*What is needed*.
Where the material below has a line containing "systemic, not counted.", start repeating exactly, and keep going through the line containing "CHECK(f.On(records, D(2023, 12, 31)).falls", with no other lines.

*Records for this exercise*.
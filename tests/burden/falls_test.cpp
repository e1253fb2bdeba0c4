// falls(D): distinct active ingredients in a falls-risk category on a systemic route
// (docs/measures.md; categories after STOPPFall, Seppala et al. 2021, Age Ageing; from
// memory). A product whose route is not stated counts; a topical product does not.
#include <doctest/doctest.h>

#include "burden/longitudinal_fixture.h"

namespace medload {
namespace {

using testing::D;
using testing::LongitudinalFixture;
using testing::Rx;

}  // namespace

TEST_SUITE("burden/falls") {

TEST_CASE("a topical antidepressant does not count; a route not stated does") {
  // Diazepam (benzodiazepine), furosemide (diuretic) and tamsulosin (alpha-blocker, route
  // not stated) count: 3. Doxepin cream is on the skin: not systemic, not counted.
  // Paracetamol is in no falls-risk category.
  LongitudinalFixture f;
  const LongitudinalMeasures m = f.On({Rx("diazepam 5mg tablets", D(2024, 3, 1), 28, 28),
                                       Rx("doxepin 5% cream", D(2024, 3, 1), 1, 28),
                                       Rx("furosemide 40mg tablets", D(2024, 3, 1), 28, 28),
                                       Rx("tamsulosin 400 micrograms", D(2024, 3, 1), 28, 28),
                                       Rx("paracetamol 500mg tablets", D(2024, 3, 1), 100, 25)},
                                      D(2024, 3, 10));
  CHECK(m.falls == 3);
  REQUIRE(m.falls_ingredients.size() == 3);
  CHECK(m.falls_ingredients[0].ingredient == "diazepam");
  CHECK(m.falls_ingredients[0].categories == std::vector<std::string>{"sedative-hypnotic"});
  CHECK(m.falls_ingredients[1].ingredient == "furosemide");
  CHECK(m.falls_ingredients[2].ingredient == "tamsulosin");
}

TEST_CASE("one ingredient through two products counts once") {
  LongitudinalFixture f;
  const LongitudinalMeasures m = f.On({Rx("diazepam 5mg tablets", D(2024, 3, 1), 28, 28),
                                       Rx("diazepam 10mg rectal tubes", D(2024, 3, 2), 2, 28)},
                                      D(2024, 3, 10));
  CHECK(m.falls == 1);
}

TEST_CASE("only medicines active on the date count, including in their tail") {
  LongitudinalFixture f;
  const std::vector<DispensingRecord> records = {Rx("diazepam 5mg tablets", D(2024, 1, 1), 14, 14)};
  CHECK(f.On(records, D(2023, 12, 31)).falls == 0);  // not yet dispensed
  CHECK(f.On(records, D(2024, 1, 20)).falls == 1);   // supply ran out on 14 Jan; tail of 14 days
  CHECK(f.On(records, D(2024, 1, 29)).falls == 0);   // after the tail
}

TEST_CASE("falls-risk counts follow the formulary's route policy, not a list of their own") {
  // Product specification section 5, Routes: the formulary says which routes count. With
  // skin added to routes.csv's systemic routes the doxepin cream counts; with oral taken
  // out the diazepam tablets no longer do (the rectal tubes still would).
  LongitudinalFixture f;
  const std::vector<DispensingRecord> records = {Rx("diazepam 5mg tablets", D(2024, 3, 1), 28, 28),
                                                 Rx("doxepin 5% cream", D(2024, 3, 1), 1, 28)};
  CHECK(f.On(records, D(2024, 3, 10)).falls == 1);
  f.tables.systemic_routes.Add(Route::kSkin);
  CHECK(f.On(records, D(2024, 3, 10)).falls == 2);
  f.tables.systemic_routes = RouteSet(std::vector<Route>{Route::kRectal});
  CHECK(f.On(records, D(2024, 3, 10)).falls == 0);
}

TEST_CASE("without a falls-risk table nothing counts") {
  LongitudinalFixture f;
  f.tables.falls_categories.clear();
  CHECK(f.On({Rx("diazepam 5mg tablets", D(2024, 3, 1), 28, 28)}, D(2024, 3, 10)).falls == 0);
}

}  // TEST_SUITE
}  // namespace medload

*Exercise response*.
  // not stated) count: 3. Doxepin cream is on the skin: not systemic, not counted.
  // Paracetamol is in no falls-risk category.
  LongitudinalFixture f;
  const LongitudinalMeasures m = f.On({Rx("diazepam 5mg tablets", D(2024, 3, 1), 28, 28),
                                       Rx("doxepin 5% cream", D(2024, 3, 1), 1, 28),
                                       Rx("furosemide 40mg tablets", D(2024, 3, 1), 28, 28),
                                       Rx("tamsulosin 400 micrograms", D(2024, 3, 1), 28, 28),
                                       Rx("paracetamol 500mg tablets", D(2024, 3, 1), 100, 25)},
                                      D(2024, 3, 10));
  CHECK(m.falls == 3);
  REQUIRE(m.falls_ingredients.size() == 3);
  CHECK(m.falls_ingredients[0].ingredient == "diazepam");
  CHECK(m.falls_ingredients[0].categories == std::vector<std::string>{"sedative-hypnotic"});
  CHECK(m.falls_ingredients[1].ingredient == "furosemide");
  CHECK(m.falls_ingredients[2].ingredient == "tamsulosin");
}

TEST_CASE("one ingredient through two products counts once") {
  LongitudinalFixture f;
  const LongitudinalMeasures m = f.On({Rx("diazepam 5mg tablets", D(2024, 3, 1), 28, 28),
                                       Rx("diazepam 10mg rectal tubes", D(2024, 3, 2), 2, 28)},
                                      D(2024, 3, 10));
  CHECK(m.falls == 1);
}

TEST_CASE("only medicines active on the date count, including in their tail") {
  LongitudinalFixture f;
  const std::vector<DispensingRecord> records = {Rx("diazepam 5mg tablets", D(2024, 1, 1), 14, 14)};
  CHECK(f.On(records, D(2023, 12, 31)).falls == 0);  // not yet dispensed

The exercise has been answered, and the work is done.